Sunday, September 28, 2008

From Slayer to post-Gossip Girl?

By now, devoted Whedonistas are aware that Sarah Michelle Gellar is about to return to TV, but not to fight vampires, zombies or assorted hellspawn. Instead, she'll be fighting demons, the internal kind that are smaller than Gachnar but much, much worse.

Variety broke the news that she's in a pilot for HBO called The Wonderful Maladys. It's about three adult twenty-something (I'm guessing) siblings who lost their parents when they were young, and are still grappling with that problem. She plays someone with "agressive immaturity". That sounds like what happens to anyone from Gossip Girl five years after college.
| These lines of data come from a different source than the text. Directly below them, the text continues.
import type { Metadata } from "next";
import Link from "next/link";
import { notFound } from "next/navigation";
import { requirePageUser } from "@/lib/auth/guard";
import { formatNumber, formatP, formatRange, formatSigned, formatV } from "@/lib/review/format";
import { builtOncePer } from "@/lib/review/kept";
import { html, type Markup } from "@/lib/review/markup";
import { kindLabel } from "@/lib/review/names";
import { stateOf } from "@/lib/review/overview";
import { timelineData } from "@/lib/review/pages";
import type { ScanWindow } from "@/lib/monitor/types";
import { RateChart } from "../../components/charts/rate-chart";
import { TimelineChart } from "../../components/charts/timeline-chart";
import { rateFirstPaint, timelineFirstPaint } from "../../components/charts/timeline-frame";
import { rateSeriesOf, timelineSeries } from "../../components/charts/timeline-series";
import { SoftLinks } from "../../components/review/soft-links";
import { StateBadge, stateBadgeMarkup } from "../../components/review/state-badge";
import { SettingsSummary } from "../../components/review/settings-summary";
import { FreshnessNote } from "../../components/review/freshness-note";
import "../../components/review/review.css";

export const dynamic = "force-dynamic";

type Params = { params: Promise<{ code: string }>; searchParams: Promise<{ rate?: string | string[]; all?: string | string[] }> };

export async function generateMetadata({ params }: Params): Promise<Metadata> {
  const { code } = await params;
  return { title: `Timeline ${decodeURIComponent(code)}` };
}

const one = (v: string | string[] | undefined) => (Array.isArray(v) ? v[0] : v);

type Data = NonNullable<Awaited<ReturnType<typeof timelineData>>>["kept"];

/** What the charts and window lists draw, built once per kept timeline (lib/review/kept.ts). */
const drawn = builtOncePer((data: Data) => {
  const { timeline } = data;
  const base = `/comparisons/${encodeURIComponent(data.comparison.code)}`;
  const series = timeline.points.length ? timelineSeries(timeline) : null;
  const rate = timeline.rate ? rateSeriesOf(timeline.rate.points, timeline.ticks, [timeline.xMin, timeline.xMax]) : null;
  const rateGroup = timeline.rate?.groups.find((g) => g.code === timeline.rate!.selected);
  const paint = series ? timelineFirstPaint(series, timeline.summary) : null;
  return {
    series,
    firstPaint: paint ? { evidence: paint.evidence.html, effect: paint.effect.html } : { evidence: "", effect: "" },
    rate,
    rateFirstPaint: rate ? rateFirstPaint(rate, `Defects per unit, ${rateGroup?.name ?? timeline.rate!.selected}, with u-chart limits`).html : "",
    recent: windowTable(data.recent, base).html,
    flagged: windowTable([...data.flagged].reverse(), base).html,
  };
});

/** Every window, newest first (?all=1), built once per kept timeline. */
const allWindows = builtOncePer((data: Data) => windowTable([...data.windows].reverse(), `/comparisons/${encodeURIComponent(data.comparison.code)}`).html);

export default async function TimelinePage({ params, searchParams }: Params) {
  const { code: raw } = await params;
  const sp = await searchParams;
  const showAll = one(sp.all) === "1";
  const code = decodeURIComponent(raw);
  await requirePageUser("engineer", { path: `/comparisons/${raw}` });
  const data = await timelineData(code, one(sp.rate) ?? null);
  if (!data) notFound();
  const { comparison: c, timeline, episodes, names } = data;
  const latest = data.windows.at(-1);
  const base = `/comparisons/${encodeURIComponent(c.code)}`;
  const rowName = (r: string) => names.row(c.compare, r, c.historyWeeks);
  const { series, firstPaint, rate, rateFirstPaint: ratePaint, recent, flagged } = drawn(data.kept);
  return (
    <>
      <p className="crumbs">
        <Link href="/" prefetch={false}>
          Overview
        </Link>{" "}
        / {c.name}
      </p>
      <div className="page-head">
        <h1>{c.name}</h1>
        <p>
          <Link href={`${base}/settings`} className="button secondary" prefetch={false}>
            Settings
          </Link>
        </p>
      </div>
      <FreshnessNote freshness={data.freshness} />
      {data.problem ? (
        <p className="card problem-note" data-testid="problem">
          Not testable: {data.problem}
        </p>
      ) : null}
      <p className="lede">
        {kindLabel(c.compare, c.lines, names)}. Now: <StateBadge state={stateOf(latest)} />{" "}
        {latest ? (
          <>
            latest window{" "}
            <Link href={`${base}/windows/${latest.start}`} prefetch={false}>
              {formatRange(latest.start, latest.end)}
            </Link>
            , adjusted p{" "}
            {formatP(latest.adjustedPValue)}, V {formatV(latest.cramersVCorrected)}.
          </>
        ) : data.problem ? (
          "no window (see above)."
        ) : (
          "no window yet."
        )}
      </p>
      <SettingsSummary comparison={c} />

      <figure className="chart-card" aria-labelledby="evidence-heading">
        <h2 id="evidence-heading">Evidence and effect size, window by window</h2>
        {series ? <TimelineChart code={c.code} series={series} firstPaint={firstPaint} /> : <p>No windows yet.</p>}
        <figcaption>
          <span className="key-line" aria-hidden="true" /> −log₁₀ of the adjusted p (higher is stronger evidence; p below 10⁻⁵⁰ is drawn at the top) ·{" "}
          <span className="key-dash" aria-hidden="true" /> the α line: a window above it flags ·{" "}
          <span className="key-diamond" aria-hidden="true" /> flagged window · <span className="key-band" aria-hidden="true" /> episode. Lower panel:
          bias-corrected Cramér&apos;s V. Each point sits at the window&apos;s last day; click one to open it. {timeline.summary}
        </figcaption>
      </figure>

      {timeline.rate && rate ? (
        <figure className="chart-card" aria-labelledby="rate-heading">
          <h2 id="rate-heading">Defects per unit, group by group</h2>
          <RateChart
            groups={timeline.rate.groups}
            selected={timeline.rate.selected}
            series={rate}
            firstPaint={ratePaint}
          />
          <figcaption>
            The mix test above says nothing about the rate. Here each group&apos;s defects per unit over the same windows, with u-chart limits
            around the window&apos;s pooled rate of all compared groups. Windows with a rate signal (rate test flagged, group outside its limits):{" "}
            {timeline.rate.groups.map((g) => `${g.name}: ${g.signals}`).join("; ")}.
          </figcaption>
        </figure>
      ) : null}

      <section aria-labelledby="episodes-heading">
        <h2 id="episodes-heading">Episodes</h2>
        {episodes.length ? (
          <div className="table-scroll">
            <table className="data">
              <thead>
                <tr>
                  <th scope="col">Period</th>
                  <th scope="col" className="num">Flagged windows</th>
                  <th scope="col">Strongest window</th>
                  <th scope="col" className="num">Adj. p</th>
                  <th scope="col">Driving cells</th>
                  <th scope="col">Record</th>
                </tr>
              </thead>
              <tbody>
                {episodes.map((e) => (
                  <tr key={e.start} data-episode={e.start}>
                    <td>{formatRange(e.start, e.end)}</td>
                    <td className="num">{e.windows}</td>
                    <td>
                      <Link href={`${base}/windows/${e.peak.start}`} prefetch={false}>
                        {formatRange(e.peak.start, e.peak.end)}
                      </Link>
                    </td>
                    <td className="num">{formatP(e.peak.adjustedPValue)}</td>
                    <td>
                      {e.drivers.slice(0, 3).map((d) => (
                        <div key={`${d.row}|${d.category}`}>
                          {rowName(d.row)} × {names.category(d.category)} ({formatSigned(d.adjustedResidual)}, in {d.windows} windows)
                        </div>
                      ))}
                    </td>
                    <td>
                      <Link href={data.episodeHrefs.get(e.start) ?? `/episodes?comparison=${encodeURIComponent(c.code)}`} prefetch={false}>
                        Flagged-period record
                      </Link>
                    </td>
                  </tr>
                ))}
              </tbody>
            </table>
          </div>
        ) : (
          <p>No episode in the scanned history.</p>
        )}
      </section>

      <section aria-labelledby="windows-heading">
        <h2 id="windows-heading">Windows</h2>
        <h3>Latest 14</h3>
        <SoftLinks className="table-scroll" html={recent} />
        {data.flagged.length ? (
          <>
            <h3>Flagged ({data.flagged.length})</h3>
            <SoftLinks className="table-scroll" html={flagged} />
          </>
        ) : null}
        {showAll ? (
          <>
            <h3>All {data.windows.length} windows, newest first</h3>
            <SoftLinks className="table-scroll" html={allWindows(data.kept)} />
          </>
        ) : (
          <p>
            <Link href={`${base}?all=1#windows-heading`} prefetch={false}>
              Show all {data.windows.length} windows
            </Link>
          </p>
        )}
      </section>
    </>
  );
}

/** The window list as markup (lib/review/markup): with ?all=1 it holds every window of the scan. */
function windowTable(windows: readonly ScanWindow[], base: string): Markup {
  const rows = windows.map(
    (w) =>
      html`<tr${w.flagged ? html` class="row-flagged"` : ""}><td><a href="${base}/windows/${w.start}">${formatRange(w.start, w.end)}</a></td><td>${stateBadgeMarkup(stateOf(w))}</td><td class="num">${formatNumber(w.n)}</td><td class="num">${w.chiSquare === null ? "—" : w.chiSquare.toFixed(1)}</td><td class="num">${w.df ?? "—"}</td><td class="num">${formatP(w.pValue)}</td><td class="num">${formatP(w.adjustedPValue)}</td><td class="num">${formatV(w.cramersVCorrected)}</td></tr>`,
  );
  return html`<table class="data"><thead><tr><th scope="col">Window</th><th scope="col">State</th><th scope="col" class="num">Defects</th><th scope="col" class="num">X²</th><th scope="col" class="num">df</th><th scope="col" class="num">p</th><th scope="col" class="num">Adj. p</th><th scope="col" class="num">V</th></tr></thead><tbody>${rows}</tbody></table>`;
}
I remember interviews when Sarah was asked if she could be type-cast, since she's always known as Buffy most often. Well, judging from her list of movies, she's never fighting vampires. The only action heroine she's been was April in the CGI revival of Teenage Mutant Ninja Turtles. She was Daphne in two Scooby-Doo movies, but I don't consider that "action hero". She's been in two Grudge movies, been a bad girl a couple of times, and even a romantic lead. Still, many of us still wish she'd be Buffy just one more time on TV, possibly bringing enough of the current comic book series to life. That could be done, if you had $700 billion dollars to cover the special effects budget rather than give it to incompetent banks. Besides, a mini-series is still tbe best bet to give Buffy her last hurrah...and still live...then hand the stake over to a new generation. If Heroes tanks after this season, that should provide three Slayers and five Watchers right there. Imagine Summer Glau battling vampires, only because Eliza Dushku could be busy next year.

Still, Sarah's new role could give her career a boost. It's worked for Glenn Close, Kyra Sedgewick and Holly Hunter, even though they played strong women. Sarah will play someone who is still struggling with her future because of a past tragedy. This could work well for her. We shall see if she winds up being the girl who gives HBO its comeback after losing The Sopranos.